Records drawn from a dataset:

#[cfg(test)]
mod tests {
    use super::*;
    use crate::model::couplings::Couplings;
    use crate::tolerance::close;
    use std::sync::Mutex;

    fn chain(sites: usize, alpha: f64, delta: f64) -> SpinChain {
        SpinChain::new(&Couplings::power_law(sites, 1.0, alpha).unwrap(), delta).unwrap()
    }

    #[test]
    fn two_table_index_matches_the_combinatorial_rank() {
        // The look-up tables against the rank computed bit by bit (the
        // combinatorial number system of `Sector`), and H x built without a
        // matrix against the dense sector Hamiltonian times x.
        // Power-law couplings use every pair; nearest neighbours leave most
        // of the block tables empty.
        for (sites, up, alpha) in [
            (7, 3, 1.1),
            (10, 5, 1.1),
            (11, 2, 1.1),
            (12, 6, 1.1),
            (11, 5, f64::INFINITY),
            (12, 4, f64::INFINITY),
        ] {
            let spin_chain = chain(sites, alpha, 0.4);
            let sector = Sector::new(sites, up);
            let operator = SectorOperator::build(&spin_chain, &sector);
            for (index, &state) in sector.states.iter().enumerate() {
                assert_eq!(operator.index_of(state), index);
            }
            let mut rng = ChaCha8Rng::seed_from_u64(3);
            let x: Vec<Amp> = (0..sector.dim()).map(|_| gaussian(&mut rng)).collect();
            let mut y = vec![Amp::default(); sector.dim()];
            operator.apply(&x, &mut y, None);
            let dense = spin_chain.dense_sector_hamiltonian(&sector);
            for (a, out) in y.iter().enumerate() {
                let re: f64 = (0..sector.dim()).map(|b| dense[(a, b)] * x[b].re).sum();
                let im: f64 = (0..sector.dim()).map(|b| dense[(a, b)] * x[b].im).sum();
                assert!(close(out.re, re, 1e-12, 1e-12) && close(out.im, im, 1e-12, 1e-12));
            }
        }
    }

    #[test]
    fn lanczos_propagation_matches_the_eigendecomposition() {
        // The Krylov propagator against e^{−iHt} = V e^{−iΛt} Vᵀ from a dense
        // eigendecomposition of the same sector (a different algorithm); a
        // small Krylov dimension forces several restarts per output time.
        let spin_chain = chain(10, 1.0, 0.5);
        let sector = Sector::new(10, 5);
        let operator = SectorOperator::build(&spin_chain, &sector);
        let eigen = symmetric_eigen(&spin_chain.dense_sector_hamiltonian(&sector)).unwrap();
        let mut rng = ChaCha8Rng::seed_from_u64(5);
        let start: Vec<Amp> = (0..sector.dim()).map(|_| gaussian(&mut rng)).collect();
        let times = [0.0, 0.3, 1.7, 4.0, 9.5];
        let never = AtomicBool::new(false);
        for max_dim in [12, 64, MAX_KRYLOV_DIM] {
            let propagator = Propagator {
                operator: &operator,
                max_dim,
                tolerance: 1e-12,
                cancel: &never,
            };
            let mut worst = 0.0f64;
            let (bound, _) = propagator
                .run(start.clone(), &times, |indices, outputs| {
                    for (l, &k) in indices.iter().enumerate() {
                        let psi = outputs.state(l);
                        let t = times[k];
                        let v = &eigen.vectors;
                        // Coefficients in the eigenbasis, rotated by e^{−iλt}.
                        let mut exact = vec![Amp::default(); psi.len()];
                        for (m, &lambda) in eigen.values.iter().enumerate() {
                            let (mut re, mut im) = (0.0, 0.0);
                            for (a, s) in start.iter().enumerate() {
                                re += v[(a, m)] * s.re;
                                im += v[(a, m)] * s.im;
                            }
                            let (sin, cos) = (lambda * t).sin_cos();
                            let (cr, ci) = (re * cos + im * sin, im * cos - re * sin);
                            for (a, e) in exact.iter_mut().enumerate() {
                                e.re += v[(a, m)] * cr;
                                e.im += v[(a, m)] * ci;
                            }
                        }
                        let diff: f64 = psi
                            .iter()
                            .zip(&exact)
                            .map(|(p, e)| (p.re - e.re).powi(2) + (p.im - e.im).powi(2))
                            .sum::<f64>()
                            .sqrt();
                        worst = worst.max(diff / norm(&start));
                    }
                })
                .unwrap();
            assert!(worst < 1e-10, "max_dim {max_dim}: relative error {worst}");
            assert!(bound < 1e-10, "max_dim {max_dim}: estimated {bound}");
        }
    }

    /// Mean of ((typicality − exact)/error)² over the points with a nonzero
    /// stated error.
    fn chi_square_per_point(result: &TypicalityResult, exact: &Array2<f64>) -> (f64, usize) {
        let mut sum = 0.0;
        let mut count = 0;
        ndarray::Zip::from(&result.values)
            .and(&result.errors)
            .and(exact)
            .for_each(|&v, &e, &x| {
                if e > 1e-13 {
                    sum += ((v - x) / e).powi(2);
                    count += 1;
                }
            });
        (sum / count as f64, count)
    }

    #[test]
    fn typicality_agrees_with_exact_within_its_stated_errors() {
        // The exact method (dense diagonalisation, tested against free
        // fermions and the two-site formula) is the reference. With S
        // samples the normalised deviation follows Student's t with S − 1
        // degrees of freedom, whose second moment is (S − 1)/(S − 3) ≈ 1.1
        // for S = 24 (common practice). Points are correlated (shared
        // samples), so the band is wide: 0.5 < χ²/point < 2.
        let times: Vec<f64> = (0..16).map(|k| 0.4 * k as f64).collect();
        for (sites, alpha, delta, source) in [(10, 1.0, 0.5, 3), (12, f64::INFINITY, 1.0, 6)] {
            let spin_chain = chain(sites, alpha, delta);
            let exact = spin_chain.correlations_exact(source, &times).unwrap();
            let result = spin_chain
                .correlations_typical(source, &times, 24, 7)
                .unwrap();
            let (chi2, points) = chi_square_per_point(&result, &exact);
            assert!(points > 100, "{points} points");
            assert!((0.5..2.0).contains(&chi2), "N = {sites}: χ²/point = {chi2}");
            // And the agreement is statistical, not a coincidence of scale:
            // errors are of order 2^{−N/2}/√S.
            let typical = result.errors.iter().copied().fold(0.0f64, f64::max);
            assert!(typical < 0.05, "N = {sites}: largest error {typical}");
        }
    }

    #[test]
    fn statistical_error_shrinks_like_one_over_root_samples() {
        // Standard error ∝ 1/√S (central limit theorem, common practice):
        // quadrupling the samples halves it. Averaged over all points; the
        // small-sample bias of s (c4(8) ≈ 0.965) is well inside the band.
        let spin_chain = chain(10, 1.0, 0.0);
        let times: Vec<f64> = (1..=10).map(|k| 0.5 * k as f64).collect();
        let few = spin_chain.correlations_typical(4, &times, 8, 21).unwrap();
        let many = spin_chain.correlations_typical(4, &times, 32, 22).unwrap();
        let ratio = few.errors.mean().unwrap() / many.errors.mean().unwrap();
        assert!((1.7..2.3).contains(&ratio), "error ratio {ratio}");
        let exact = spin_chain.correlations_exact(4, &times).unwrap();
        let rms =
            |r: &TypicalityResult| ((&r.values - &exact).mapv(|d| d * d).mean().unwrap()).sqrt();
        // The actual deviation from exact shrinks too (expected ratio 2, but
        // a single pair of runs scatters widely around it).
        let deviation_ratio = rms(&few) / rms(&many);
        assert!(
            (1.0..4.0).contains(&deviation_ratio),
            "deviation ratio {deviation_ratio}"
        );
    }

    #[test]
    fn sum_rule_and_initial_condition_hold_sample_by_sample() {
        // Σ_i σᶻ_i is constant in each sector, so the normalised sector
        // estimator keeps Σ_i C_ij(t) = 1 and C_jj(0) = 1 exactly (derivable,
        // see the module documentation); only rounding remains.
        let spin_chain = chain(9, 1.3, 0.7);
        let result = spin_chain
            .correlations_typical(2, &[0.0, 1.0, 3.0], 3, 99)
            .unwrap();
        for row in result.values.rows() {
            assert!((row.sum() - 1.0).abs() < 1e-12, "sum {}", row.sum());
        }
        assert!((result.values[(0, 2)] - 1.0).abs() < 1e-13);
        assert!(result.errors[(0, 2)] < 1e-14);
        let map = result.to_correlation_map().unwrap();
        assert_eq!(map.offsets()[0], -2);
        assert!(map.errors().unwrap().iter().all(|&e| e > 0.0));
    }

    #[test]
    fn results_do_not_depend_on_the_number_of_threads() {
        // Every sample has its own seeded ChaCha8 stream and is combined in
        // sample order, so the thread count cannot change a single bit.
        let spin_chain = chain(10, 1.0, 0.3);
        let times = [0.5, 2.0];
        let run = |threads: usize| {
            rayon::ThreadPoolBuilder::new()
                .num_threads(threads)
                .build()
                .unwrap()
                .install(|| spin_chain.correlations_typical(5, &times, 5, 3).unwrap())
        };
        let (one, three) = (run(1), run(3));
        for (a, b) in one.values.iter().zip(three.values.iter()) {
            assert!(close(*a, *b, 0.0, 0.0), "{a} vs {b}");
        }
        for (a, b) in one.errors.iter().zip(three.errors.iter()) {
            assert!(close(*a, *b, 0.0, 0.0));
        }
        let other_seed = spin_chain.correlations_typical(5, &times, 5, 4).unwrap();
        assert!(!close(
            other_seed.values[(1, 0)],
            one.values[(1, 0)],
            0.0,
            0.0
        ));
    }

    #[test]
    fn unordered_times_come_back_in_the_requested_order() {
        let spin_chain = chain(8, 1.0, 0.0);
        let sorted = spin_chain
            .correlations_typical(3, &[0.5, 1.5, 2.5], 2, 1)
            .unwrap();
        let shuffled = spin_chain
            .correlations_typical(3, &[2.5, 0.5, 1.5], 2, 1)
            .unwrap();
        for (row_sorted, row_shuffled) in [(0, 1), (1, 2), (2, 0)] {
            for i in 0..8 {
                let (a, b) = (
                    sorted.values[(row_sorted, i)],
                    shuffled.values[(row_shuffled, i)],
                );
                assert!((a - b).abs() < 1e-11, "{a} vs {b}");
            }
        }
    }

    #[test]
    fn refuses_what_it_cannot_do_and_says_why() {
        let never = AtomicBool::new(false);
        let big = chain(25, 1.0, 0.0);
        assert!(matches!(
            big.correlations_typical(0, &[1.0], 2, 0),
            Err(SpinChainError::TooLargeForTypicality { sites: 25, .. })
        ));
        let small = chain(6, 1.0, 0.0);
        assert!(matches!(
            small.correlations_typical(0, &[1.0], 1, 0),
            Err(SpinChainError::TooFewSamples(1))
        ));
        let mut options = TypicalityOptions::new(2, 0);
        options.step_tolerance = 0.0;
        assert!(matches!(
            small.correlations_typical_with(0, &[1.0], &options, &|_| {}, &never),
            Err(SpinChainError::BadTolerance(_))
        ));
        // N = 20 needs at least 27 Krylov-sized vectors of the central
        // sector (184756 amplitudes × 16 bytes each, 80 MB): a 64 MiB limit
        // is refused before any work.
        let mut tight = TypicalityOptions::new(2, 0);
        tight.memory_limit_bytes = 64 << 20;
        let err = chain(20, 1.0, 0.0)
            .correlations_typical_with(10, &[1.0], &tight, &|_| {}, &never)
            .expect_err("over the limit");
        assert!(matches!(err, SpinChainError::MemoryLimit { sites: 20, .. }));
        assert!(err.to_string().contains("memory limit"));
        // The default plan of 20 sites stays within 300 MB with one vector
        // in flight; 24 sites fit in 3 GB with a 64-dimensional space, in the
        // default 2 GiB with a shorter one.
        let plan = memory_plan(&chain(20, 1.0, 0.0), 2, 50, DEFAULT_MEMORY_LIMIT_BYTES).unwrap();
        assert!(
            plan.bytes <= 300_000_000 && plan.krylov_dim >= 60,
            "{plan:?}"
        );
        assert_eq!(plan.concurrent_samples, 1);
        let plan = memory_plan(&chain(24, 1.0, 0.0), 2, 50, 3_000_000_000).unwrap();
        assert!(
            plan.bytes <= 3_000_000_000 && plan.krylov_dim == 64,
            "{plan:?}"
        );
        let plan = memory_plan(&chain(24, 1.0, 0.0), 2, 50, DEFAULT_MEMORY_LIMIT_BYTES).unwrap();
        assert!(
            plan.bytes <= DEFAULT_MEMORY_LIMIT_BYTES && (40..64).contains(&plan.krylov_dim),
            "{plan:?}"
        );
        let refused = memory_plan(&chain(24, 1.0, 0.0), 2, 50, 1 << 30).expect_err("too big");
        assert!(
            refused.to_string().contains("dimension 2704156"),
            "{refused}"
        );
    }

    #[test]
    fn reports_progress_and_stops_when_cancelled() {
        let spin_chain = chain(10, 1.0, 0.0);
        let options = TypicalityOptions::new(2, 0);
        let seen = Mutex::new(Vec::new());
        let never = AtomicBool::new(false);
        spin_chain
            .correlations_typical_with(
                4,
                &[1.0, 2.0],
                &options,
                &|f| seen.lock().unwrap().push(f),
                &never,
            )
            .unwrap();
        let seen = seen.into_inner().unwrap();
        assert!(seen.iter().all(|f| (0.0..=1.0).contains(f)));
        assert!(close(*seen.last().unwrap(), 1.0, 0.0, 0.0));
        let cancelled = AtomicBool::new(true);
        assert!(matches!(
            spin_chain.correlations_typical_with(4, &[1.0], &options, &|_| {}, &cancelled),
            Err(SpinChainError::Cancelled)
        ));
    }
}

◆ What needs to be done
Every line in the data above that contains "delta" needs to be copied.

◆ The answer
    fn chain(sites: usize, alpha: f64, delta: f64) -> SpinChain {
        SpinChain::new(&Couplings::power_law(sites, 1.0, alpha).unwrap(), delta).unwrap()
        for (sites, alpha, delta, source) in [(10, 1.0, 0.5, 3), (12, f64::INFINITY, 1.0, 6)] {
            let spin_chain = chain(sites, alpha, delta);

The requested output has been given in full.